**Instructions for the task:** Return the entire listing, word for word.

**Input data:**
Segment Open
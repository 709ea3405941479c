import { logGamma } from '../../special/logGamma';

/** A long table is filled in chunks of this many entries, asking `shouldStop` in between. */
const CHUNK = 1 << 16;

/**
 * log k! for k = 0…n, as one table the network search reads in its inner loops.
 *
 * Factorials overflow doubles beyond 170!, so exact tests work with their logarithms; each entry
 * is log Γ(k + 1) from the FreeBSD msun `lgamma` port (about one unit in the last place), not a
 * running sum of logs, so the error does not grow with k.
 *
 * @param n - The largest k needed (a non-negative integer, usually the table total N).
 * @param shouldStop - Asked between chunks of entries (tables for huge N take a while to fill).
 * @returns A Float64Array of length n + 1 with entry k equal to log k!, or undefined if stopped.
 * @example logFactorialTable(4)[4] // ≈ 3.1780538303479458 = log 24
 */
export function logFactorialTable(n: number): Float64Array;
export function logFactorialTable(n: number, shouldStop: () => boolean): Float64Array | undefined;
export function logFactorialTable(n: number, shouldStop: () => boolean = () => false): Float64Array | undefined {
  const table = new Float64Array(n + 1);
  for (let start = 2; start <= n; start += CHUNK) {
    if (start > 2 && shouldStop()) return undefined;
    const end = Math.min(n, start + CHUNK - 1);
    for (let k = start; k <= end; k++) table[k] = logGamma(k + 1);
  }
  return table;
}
Segment Closed
**Exercise output:**
repository 709ea3405941479c
import { logGamma } from '../../special/logGamma';

/** A long table is filled in chunks of this many entries, asking `shouldStop` in between. */
const CHUNK = 1 << 16;

/**
 * log k! for k = 0…n, as one table the network search reads in its inner loops.
 *
 * Factorials overflow doubles beyond 170!, so exact tests work with their logarithms; each entry
 * is log Γ(k + 1) from the FreeBSD msun `lgamma` port (about one unit in the last place), not a
 * running sum of logs, so the error does not grow with k.
 *
 * @param n - The largest k needed (a non-negative integer, usually the table total N).
 * @param shouldStop - Asked between chunks of entries (tables for huge N take a while to fill).
 * @returns A Float64Array of length n + 1 with entry k equal to log k!, or undefined if stopped.
 * @example logFactorialTable(4)[4] // ≈ 3.1780538303479458 = log 24
 */
export function logFactorialTable(n: number): Float64Array;
export function logFactorialTable(n: number, shouldStop: () => boolean): Float64Array | undefined;
export function logFactorialTable(n: number, shouldStop: () => boolean = () => false): Float64Array | undefined {
  const table = new Float64Array(n + 1);
  for (let start = 2; start <= n; start += CHUNK) {
    if (start > 2 && shouldStop()) return undefined;
    const end = Math.min(n, start + CHUNK - 1);
    for (let k = start; k <= end; k++) table[k] = logGamma(k + 1);
  }
  return table;
}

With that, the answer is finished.